◆ EXERCISE MATERIALS:
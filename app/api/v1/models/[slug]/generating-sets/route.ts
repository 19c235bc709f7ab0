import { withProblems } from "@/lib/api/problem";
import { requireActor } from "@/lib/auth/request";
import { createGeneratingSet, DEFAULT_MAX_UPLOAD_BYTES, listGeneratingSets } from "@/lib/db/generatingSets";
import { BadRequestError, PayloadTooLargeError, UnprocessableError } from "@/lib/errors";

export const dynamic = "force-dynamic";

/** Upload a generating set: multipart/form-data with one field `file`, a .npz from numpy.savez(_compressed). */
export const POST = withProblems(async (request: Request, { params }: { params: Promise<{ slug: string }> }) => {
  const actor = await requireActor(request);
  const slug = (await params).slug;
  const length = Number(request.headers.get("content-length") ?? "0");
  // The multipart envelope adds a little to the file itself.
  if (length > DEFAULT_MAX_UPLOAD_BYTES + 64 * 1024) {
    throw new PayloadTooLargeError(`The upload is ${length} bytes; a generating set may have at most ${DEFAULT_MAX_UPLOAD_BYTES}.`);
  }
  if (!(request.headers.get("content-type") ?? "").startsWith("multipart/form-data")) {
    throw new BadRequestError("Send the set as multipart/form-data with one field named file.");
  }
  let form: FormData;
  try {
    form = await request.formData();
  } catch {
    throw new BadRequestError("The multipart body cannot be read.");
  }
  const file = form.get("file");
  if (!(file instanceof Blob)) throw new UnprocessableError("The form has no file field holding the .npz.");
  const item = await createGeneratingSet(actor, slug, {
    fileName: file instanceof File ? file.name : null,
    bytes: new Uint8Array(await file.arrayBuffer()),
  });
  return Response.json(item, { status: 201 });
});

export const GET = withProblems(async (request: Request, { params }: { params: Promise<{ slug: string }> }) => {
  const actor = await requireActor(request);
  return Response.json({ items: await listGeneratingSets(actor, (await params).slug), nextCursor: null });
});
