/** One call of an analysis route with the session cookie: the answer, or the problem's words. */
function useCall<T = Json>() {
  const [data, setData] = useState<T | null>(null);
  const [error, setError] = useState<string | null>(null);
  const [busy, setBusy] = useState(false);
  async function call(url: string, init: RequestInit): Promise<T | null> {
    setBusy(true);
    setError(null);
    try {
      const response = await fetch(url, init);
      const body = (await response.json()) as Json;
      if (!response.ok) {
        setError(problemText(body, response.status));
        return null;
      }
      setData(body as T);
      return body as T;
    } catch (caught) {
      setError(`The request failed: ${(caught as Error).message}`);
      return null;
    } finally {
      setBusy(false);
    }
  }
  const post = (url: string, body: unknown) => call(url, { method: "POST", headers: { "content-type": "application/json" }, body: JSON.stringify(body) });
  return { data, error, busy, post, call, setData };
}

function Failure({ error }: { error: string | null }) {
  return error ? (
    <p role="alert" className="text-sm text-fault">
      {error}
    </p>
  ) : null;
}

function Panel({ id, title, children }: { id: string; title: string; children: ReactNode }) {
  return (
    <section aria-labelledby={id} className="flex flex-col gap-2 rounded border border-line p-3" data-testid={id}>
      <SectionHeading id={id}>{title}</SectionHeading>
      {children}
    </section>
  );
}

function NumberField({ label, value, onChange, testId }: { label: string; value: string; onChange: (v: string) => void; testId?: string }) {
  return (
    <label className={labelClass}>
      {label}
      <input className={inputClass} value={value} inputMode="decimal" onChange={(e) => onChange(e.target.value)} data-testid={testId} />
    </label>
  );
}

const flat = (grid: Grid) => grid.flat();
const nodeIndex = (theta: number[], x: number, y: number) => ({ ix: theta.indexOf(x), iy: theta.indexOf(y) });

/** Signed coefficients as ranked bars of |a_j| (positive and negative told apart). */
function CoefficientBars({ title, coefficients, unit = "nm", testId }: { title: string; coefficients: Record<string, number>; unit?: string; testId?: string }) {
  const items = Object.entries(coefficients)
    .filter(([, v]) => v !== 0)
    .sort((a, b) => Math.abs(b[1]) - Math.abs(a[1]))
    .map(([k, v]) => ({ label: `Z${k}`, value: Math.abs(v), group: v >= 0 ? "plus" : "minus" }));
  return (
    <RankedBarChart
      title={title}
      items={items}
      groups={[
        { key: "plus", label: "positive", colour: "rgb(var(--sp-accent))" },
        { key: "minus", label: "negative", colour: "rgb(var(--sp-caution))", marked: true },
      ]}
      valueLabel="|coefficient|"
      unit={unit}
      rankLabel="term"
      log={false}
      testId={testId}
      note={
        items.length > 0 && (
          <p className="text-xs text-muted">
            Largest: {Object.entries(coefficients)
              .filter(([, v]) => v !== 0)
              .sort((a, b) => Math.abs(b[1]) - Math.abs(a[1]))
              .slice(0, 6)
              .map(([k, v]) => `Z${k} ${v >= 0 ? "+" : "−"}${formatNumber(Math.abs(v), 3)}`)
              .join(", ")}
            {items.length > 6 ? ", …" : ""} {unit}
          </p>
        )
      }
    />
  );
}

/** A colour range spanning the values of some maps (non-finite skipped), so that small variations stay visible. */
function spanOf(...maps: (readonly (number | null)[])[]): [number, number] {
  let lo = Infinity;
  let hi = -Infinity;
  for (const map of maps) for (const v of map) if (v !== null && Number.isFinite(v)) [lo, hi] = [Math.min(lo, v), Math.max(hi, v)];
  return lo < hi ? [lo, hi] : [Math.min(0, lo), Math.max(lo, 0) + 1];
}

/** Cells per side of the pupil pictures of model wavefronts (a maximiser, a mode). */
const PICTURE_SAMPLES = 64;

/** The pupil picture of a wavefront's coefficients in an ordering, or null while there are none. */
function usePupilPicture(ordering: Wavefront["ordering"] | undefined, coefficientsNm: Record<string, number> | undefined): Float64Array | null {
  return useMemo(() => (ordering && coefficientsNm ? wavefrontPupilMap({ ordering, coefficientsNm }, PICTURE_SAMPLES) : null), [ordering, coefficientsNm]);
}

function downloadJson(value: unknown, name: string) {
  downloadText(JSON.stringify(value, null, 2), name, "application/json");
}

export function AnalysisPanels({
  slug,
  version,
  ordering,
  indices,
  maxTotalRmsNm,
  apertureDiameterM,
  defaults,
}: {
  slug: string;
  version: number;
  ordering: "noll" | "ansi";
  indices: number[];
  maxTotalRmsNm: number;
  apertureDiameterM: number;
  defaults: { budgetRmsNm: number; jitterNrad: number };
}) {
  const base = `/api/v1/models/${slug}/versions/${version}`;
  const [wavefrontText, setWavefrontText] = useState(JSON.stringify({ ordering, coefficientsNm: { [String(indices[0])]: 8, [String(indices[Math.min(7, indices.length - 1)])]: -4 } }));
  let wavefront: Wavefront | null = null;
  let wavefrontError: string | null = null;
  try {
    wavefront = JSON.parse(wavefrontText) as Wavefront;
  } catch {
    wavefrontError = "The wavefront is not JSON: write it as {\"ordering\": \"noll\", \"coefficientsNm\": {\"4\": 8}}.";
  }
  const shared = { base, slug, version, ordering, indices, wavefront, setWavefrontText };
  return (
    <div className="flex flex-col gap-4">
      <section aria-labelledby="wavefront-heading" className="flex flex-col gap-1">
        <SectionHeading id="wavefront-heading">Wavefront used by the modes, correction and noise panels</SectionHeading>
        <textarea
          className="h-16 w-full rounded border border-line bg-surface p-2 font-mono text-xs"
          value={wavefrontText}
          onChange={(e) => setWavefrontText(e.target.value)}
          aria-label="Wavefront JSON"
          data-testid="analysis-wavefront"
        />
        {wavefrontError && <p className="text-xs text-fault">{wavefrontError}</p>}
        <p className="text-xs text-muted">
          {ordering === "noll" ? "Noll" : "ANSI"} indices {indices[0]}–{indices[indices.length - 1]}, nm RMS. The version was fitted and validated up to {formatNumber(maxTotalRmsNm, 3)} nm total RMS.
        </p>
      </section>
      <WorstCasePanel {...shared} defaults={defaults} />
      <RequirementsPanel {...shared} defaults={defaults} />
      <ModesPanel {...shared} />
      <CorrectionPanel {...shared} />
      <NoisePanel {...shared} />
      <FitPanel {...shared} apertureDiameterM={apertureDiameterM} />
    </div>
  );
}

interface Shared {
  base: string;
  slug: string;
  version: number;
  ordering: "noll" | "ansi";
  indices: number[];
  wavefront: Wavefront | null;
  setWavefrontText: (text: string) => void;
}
---
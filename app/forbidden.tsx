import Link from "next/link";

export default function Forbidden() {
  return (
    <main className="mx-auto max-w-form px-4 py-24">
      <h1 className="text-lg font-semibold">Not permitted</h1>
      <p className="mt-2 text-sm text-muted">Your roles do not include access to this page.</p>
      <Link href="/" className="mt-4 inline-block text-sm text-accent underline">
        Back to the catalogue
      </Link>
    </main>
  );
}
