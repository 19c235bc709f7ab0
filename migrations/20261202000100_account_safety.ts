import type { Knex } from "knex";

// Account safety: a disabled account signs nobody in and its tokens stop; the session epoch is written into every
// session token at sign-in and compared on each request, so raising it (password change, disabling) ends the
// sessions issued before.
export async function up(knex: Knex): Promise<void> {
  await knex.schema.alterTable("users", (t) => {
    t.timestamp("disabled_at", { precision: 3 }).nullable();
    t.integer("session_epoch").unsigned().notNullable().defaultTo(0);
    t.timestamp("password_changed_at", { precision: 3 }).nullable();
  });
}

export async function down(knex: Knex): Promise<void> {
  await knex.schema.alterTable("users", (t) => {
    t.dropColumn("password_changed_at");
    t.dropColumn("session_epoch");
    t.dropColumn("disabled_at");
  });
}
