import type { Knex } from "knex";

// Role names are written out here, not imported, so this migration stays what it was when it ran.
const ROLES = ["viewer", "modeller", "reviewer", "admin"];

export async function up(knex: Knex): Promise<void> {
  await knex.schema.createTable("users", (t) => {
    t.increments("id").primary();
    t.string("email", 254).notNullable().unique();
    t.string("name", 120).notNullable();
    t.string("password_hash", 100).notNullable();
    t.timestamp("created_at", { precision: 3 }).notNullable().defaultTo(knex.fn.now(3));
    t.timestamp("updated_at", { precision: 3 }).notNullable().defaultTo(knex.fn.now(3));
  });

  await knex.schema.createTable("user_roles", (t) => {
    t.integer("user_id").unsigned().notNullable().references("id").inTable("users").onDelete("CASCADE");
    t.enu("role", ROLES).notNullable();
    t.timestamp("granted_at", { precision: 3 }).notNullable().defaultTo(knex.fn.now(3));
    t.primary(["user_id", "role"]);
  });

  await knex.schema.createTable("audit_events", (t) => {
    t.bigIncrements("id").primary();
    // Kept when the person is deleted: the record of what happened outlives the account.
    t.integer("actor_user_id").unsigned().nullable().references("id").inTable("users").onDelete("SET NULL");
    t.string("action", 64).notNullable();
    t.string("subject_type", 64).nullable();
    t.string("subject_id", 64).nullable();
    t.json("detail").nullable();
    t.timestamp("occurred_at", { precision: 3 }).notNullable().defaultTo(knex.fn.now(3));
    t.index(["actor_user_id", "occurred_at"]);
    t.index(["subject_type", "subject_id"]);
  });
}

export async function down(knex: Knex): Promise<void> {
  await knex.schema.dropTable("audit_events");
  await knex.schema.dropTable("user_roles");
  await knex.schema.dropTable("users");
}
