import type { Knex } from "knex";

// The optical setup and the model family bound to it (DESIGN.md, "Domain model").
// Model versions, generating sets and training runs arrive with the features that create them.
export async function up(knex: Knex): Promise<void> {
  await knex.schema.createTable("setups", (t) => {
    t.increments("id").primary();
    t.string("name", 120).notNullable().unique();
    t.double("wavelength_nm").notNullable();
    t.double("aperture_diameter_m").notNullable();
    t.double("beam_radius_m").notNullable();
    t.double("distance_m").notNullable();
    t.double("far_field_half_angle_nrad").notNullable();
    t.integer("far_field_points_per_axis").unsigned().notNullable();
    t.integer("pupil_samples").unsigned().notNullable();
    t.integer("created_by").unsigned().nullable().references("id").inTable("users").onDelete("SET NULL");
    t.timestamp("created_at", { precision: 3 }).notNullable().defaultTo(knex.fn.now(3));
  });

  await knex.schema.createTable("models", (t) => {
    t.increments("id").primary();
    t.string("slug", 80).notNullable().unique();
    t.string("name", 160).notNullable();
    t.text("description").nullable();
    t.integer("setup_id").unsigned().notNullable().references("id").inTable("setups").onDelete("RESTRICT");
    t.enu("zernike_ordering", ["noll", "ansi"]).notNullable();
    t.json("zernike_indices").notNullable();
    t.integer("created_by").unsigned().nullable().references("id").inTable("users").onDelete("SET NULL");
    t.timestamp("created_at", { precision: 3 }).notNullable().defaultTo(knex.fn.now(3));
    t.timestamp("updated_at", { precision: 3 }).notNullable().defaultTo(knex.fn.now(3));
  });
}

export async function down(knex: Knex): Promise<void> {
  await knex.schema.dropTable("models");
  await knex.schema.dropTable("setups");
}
* * *
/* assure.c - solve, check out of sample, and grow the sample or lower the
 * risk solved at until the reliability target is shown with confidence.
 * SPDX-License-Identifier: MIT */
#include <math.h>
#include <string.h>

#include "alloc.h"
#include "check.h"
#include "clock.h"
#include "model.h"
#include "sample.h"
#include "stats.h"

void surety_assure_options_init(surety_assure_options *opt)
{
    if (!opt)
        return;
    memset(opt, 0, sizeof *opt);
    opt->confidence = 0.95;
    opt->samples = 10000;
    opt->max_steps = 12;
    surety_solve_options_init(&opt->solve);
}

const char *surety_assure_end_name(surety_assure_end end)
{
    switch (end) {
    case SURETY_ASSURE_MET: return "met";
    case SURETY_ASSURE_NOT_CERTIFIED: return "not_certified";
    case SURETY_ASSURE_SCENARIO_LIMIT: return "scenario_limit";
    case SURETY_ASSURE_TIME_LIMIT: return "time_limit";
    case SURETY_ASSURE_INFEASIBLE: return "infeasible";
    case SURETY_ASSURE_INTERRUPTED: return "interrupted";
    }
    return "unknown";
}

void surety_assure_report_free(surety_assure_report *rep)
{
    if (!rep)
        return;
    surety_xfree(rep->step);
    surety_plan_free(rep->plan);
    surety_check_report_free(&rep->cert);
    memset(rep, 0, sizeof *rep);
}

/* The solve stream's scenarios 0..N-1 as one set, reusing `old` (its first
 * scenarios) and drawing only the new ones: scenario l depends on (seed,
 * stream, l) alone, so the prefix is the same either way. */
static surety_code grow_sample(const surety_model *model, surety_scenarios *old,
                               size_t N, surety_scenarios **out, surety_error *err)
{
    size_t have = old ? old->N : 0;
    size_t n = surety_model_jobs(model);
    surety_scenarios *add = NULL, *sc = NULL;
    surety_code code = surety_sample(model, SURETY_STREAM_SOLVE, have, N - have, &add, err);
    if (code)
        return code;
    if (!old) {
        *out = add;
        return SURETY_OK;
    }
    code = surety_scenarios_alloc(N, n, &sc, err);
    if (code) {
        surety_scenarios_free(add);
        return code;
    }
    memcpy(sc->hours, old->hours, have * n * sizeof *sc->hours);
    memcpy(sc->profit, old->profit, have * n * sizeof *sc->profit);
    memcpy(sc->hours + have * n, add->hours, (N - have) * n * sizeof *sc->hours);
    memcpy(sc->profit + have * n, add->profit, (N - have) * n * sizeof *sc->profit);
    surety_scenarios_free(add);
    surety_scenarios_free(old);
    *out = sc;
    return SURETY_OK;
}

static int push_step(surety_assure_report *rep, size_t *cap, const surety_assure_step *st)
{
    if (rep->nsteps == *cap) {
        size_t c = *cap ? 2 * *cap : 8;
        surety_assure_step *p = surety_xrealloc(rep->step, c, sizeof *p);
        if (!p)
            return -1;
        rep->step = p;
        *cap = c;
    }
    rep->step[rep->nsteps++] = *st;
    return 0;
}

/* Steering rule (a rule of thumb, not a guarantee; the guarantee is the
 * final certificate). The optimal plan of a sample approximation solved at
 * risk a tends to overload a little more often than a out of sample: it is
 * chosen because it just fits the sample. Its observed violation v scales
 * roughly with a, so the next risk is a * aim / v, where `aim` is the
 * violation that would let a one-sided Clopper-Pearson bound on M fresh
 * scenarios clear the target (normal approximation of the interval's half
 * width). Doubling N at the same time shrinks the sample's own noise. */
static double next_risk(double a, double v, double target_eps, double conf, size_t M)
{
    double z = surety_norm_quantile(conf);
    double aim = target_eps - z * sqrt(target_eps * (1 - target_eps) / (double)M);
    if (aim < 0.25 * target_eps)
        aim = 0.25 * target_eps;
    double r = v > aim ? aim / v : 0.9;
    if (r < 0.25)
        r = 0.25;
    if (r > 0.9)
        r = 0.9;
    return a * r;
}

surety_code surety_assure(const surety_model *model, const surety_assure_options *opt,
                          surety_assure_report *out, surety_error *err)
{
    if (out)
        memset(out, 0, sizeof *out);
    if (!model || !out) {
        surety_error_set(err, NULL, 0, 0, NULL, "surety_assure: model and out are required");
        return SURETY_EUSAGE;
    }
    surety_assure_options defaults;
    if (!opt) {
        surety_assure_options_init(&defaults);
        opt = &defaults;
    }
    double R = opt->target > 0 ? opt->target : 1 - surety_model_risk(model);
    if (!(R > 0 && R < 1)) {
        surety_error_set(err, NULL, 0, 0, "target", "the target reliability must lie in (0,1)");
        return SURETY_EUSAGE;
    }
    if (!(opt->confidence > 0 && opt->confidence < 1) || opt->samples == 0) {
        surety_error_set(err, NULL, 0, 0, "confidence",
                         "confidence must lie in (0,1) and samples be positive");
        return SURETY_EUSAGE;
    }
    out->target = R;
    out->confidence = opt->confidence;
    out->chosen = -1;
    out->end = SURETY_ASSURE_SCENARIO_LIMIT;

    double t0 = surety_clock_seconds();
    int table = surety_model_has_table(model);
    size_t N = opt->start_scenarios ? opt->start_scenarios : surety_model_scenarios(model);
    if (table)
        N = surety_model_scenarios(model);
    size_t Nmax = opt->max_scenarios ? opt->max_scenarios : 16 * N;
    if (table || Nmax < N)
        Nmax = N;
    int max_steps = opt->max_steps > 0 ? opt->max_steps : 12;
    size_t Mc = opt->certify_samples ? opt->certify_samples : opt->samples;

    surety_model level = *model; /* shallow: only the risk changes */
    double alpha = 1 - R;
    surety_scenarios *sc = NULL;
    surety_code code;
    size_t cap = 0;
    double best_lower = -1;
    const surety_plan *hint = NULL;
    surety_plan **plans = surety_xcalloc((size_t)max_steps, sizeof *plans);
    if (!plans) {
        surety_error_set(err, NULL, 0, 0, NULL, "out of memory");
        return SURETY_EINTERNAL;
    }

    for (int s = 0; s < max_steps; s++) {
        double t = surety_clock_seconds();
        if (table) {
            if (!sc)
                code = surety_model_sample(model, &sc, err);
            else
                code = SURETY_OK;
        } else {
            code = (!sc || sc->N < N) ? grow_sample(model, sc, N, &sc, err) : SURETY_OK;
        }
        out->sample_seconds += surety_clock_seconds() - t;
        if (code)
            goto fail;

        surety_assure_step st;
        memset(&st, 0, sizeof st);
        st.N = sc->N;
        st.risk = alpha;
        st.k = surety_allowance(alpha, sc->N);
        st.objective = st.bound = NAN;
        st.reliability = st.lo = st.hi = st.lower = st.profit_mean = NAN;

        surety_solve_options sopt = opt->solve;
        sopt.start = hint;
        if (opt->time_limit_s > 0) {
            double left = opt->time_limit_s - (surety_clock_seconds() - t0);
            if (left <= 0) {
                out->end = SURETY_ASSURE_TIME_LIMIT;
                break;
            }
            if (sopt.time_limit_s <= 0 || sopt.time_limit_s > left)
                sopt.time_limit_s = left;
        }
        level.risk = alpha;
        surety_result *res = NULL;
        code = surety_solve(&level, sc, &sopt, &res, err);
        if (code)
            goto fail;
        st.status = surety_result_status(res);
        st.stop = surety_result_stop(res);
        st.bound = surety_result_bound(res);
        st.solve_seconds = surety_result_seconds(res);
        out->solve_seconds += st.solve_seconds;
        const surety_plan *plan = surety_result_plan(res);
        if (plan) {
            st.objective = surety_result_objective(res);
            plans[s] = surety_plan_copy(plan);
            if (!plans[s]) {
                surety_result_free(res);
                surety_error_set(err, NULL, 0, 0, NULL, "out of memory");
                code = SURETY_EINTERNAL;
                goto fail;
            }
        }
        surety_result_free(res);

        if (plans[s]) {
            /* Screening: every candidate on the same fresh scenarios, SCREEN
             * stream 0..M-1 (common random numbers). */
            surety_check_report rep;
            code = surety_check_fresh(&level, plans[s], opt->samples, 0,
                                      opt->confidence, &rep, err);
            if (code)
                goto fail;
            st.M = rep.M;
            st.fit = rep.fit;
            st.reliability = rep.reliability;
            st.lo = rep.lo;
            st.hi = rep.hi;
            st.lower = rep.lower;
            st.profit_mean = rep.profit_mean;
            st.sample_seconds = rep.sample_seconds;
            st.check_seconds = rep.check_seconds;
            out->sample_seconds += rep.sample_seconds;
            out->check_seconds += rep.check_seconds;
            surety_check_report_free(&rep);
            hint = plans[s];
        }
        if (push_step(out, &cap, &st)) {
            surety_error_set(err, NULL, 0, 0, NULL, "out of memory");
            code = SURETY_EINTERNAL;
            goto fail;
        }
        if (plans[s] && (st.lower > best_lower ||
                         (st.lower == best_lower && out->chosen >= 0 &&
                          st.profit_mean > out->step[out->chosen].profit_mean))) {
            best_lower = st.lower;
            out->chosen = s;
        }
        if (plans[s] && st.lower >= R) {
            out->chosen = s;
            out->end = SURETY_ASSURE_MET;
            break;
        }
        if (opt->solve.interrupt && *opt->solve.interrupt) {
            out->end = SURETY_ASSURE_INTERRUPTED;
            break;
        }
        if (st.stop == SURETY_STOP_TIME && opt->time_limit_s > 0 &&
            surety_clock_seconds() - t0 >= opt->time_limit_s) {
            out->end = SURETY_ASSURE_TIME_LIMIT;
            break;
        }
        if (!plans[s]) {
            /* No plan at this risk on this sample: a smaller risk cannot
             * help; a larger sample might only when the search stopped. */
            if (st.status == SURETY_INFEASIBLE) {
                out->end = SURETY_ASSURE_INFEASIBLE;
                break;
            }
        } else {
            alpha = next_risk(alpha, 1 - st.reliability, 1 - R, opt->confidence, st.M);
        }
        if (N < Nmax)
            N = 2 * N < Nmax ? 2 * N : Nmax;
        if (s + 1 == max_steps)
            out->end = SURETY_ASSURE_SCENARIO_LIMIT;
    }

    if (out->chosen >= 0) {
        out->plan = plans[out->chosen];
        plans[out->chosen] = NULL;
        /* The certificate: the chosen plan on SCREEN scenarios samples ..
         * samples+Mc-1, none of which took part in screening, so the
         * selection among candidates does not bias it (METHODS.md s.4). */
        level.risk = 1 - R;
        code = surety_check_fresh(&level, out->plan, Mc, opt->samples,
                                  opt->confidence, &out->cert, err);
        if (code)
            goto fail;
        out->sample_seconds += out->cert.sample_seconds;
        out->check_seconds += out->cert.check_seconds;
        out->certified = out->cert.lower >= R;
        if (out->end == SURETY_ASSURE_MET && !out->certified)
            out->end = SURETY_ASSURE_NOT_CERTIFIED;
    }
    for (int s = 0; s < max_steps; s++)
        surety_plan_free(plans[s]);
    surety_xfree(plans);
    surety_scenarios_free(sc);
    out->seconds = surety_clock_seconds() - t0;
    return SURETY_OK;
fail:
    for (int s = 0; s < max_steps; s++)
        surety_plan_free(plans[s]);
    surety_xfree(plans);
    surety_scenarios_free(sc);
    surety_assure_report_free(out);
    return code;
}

◆ EXERCISE DIRECTIONS:
Search the entries for the word "multipart" and show every line that has it.

◆ YOUR SOLUTION:
/** Upload a generating set: multipart/form-data with one field `file`, a .npz from numpy.savez(_compressed). */
  // The multipart envelope adds a little to the file itself.
  if (!(request.headers.get("content-type") ?? "").startsWith("multipart/form-data")) {
    throw new BadRequestError("Send the set as multipart/form-data with one field named file.");
    throw new BadRequestError("The multipart body cannot be read.");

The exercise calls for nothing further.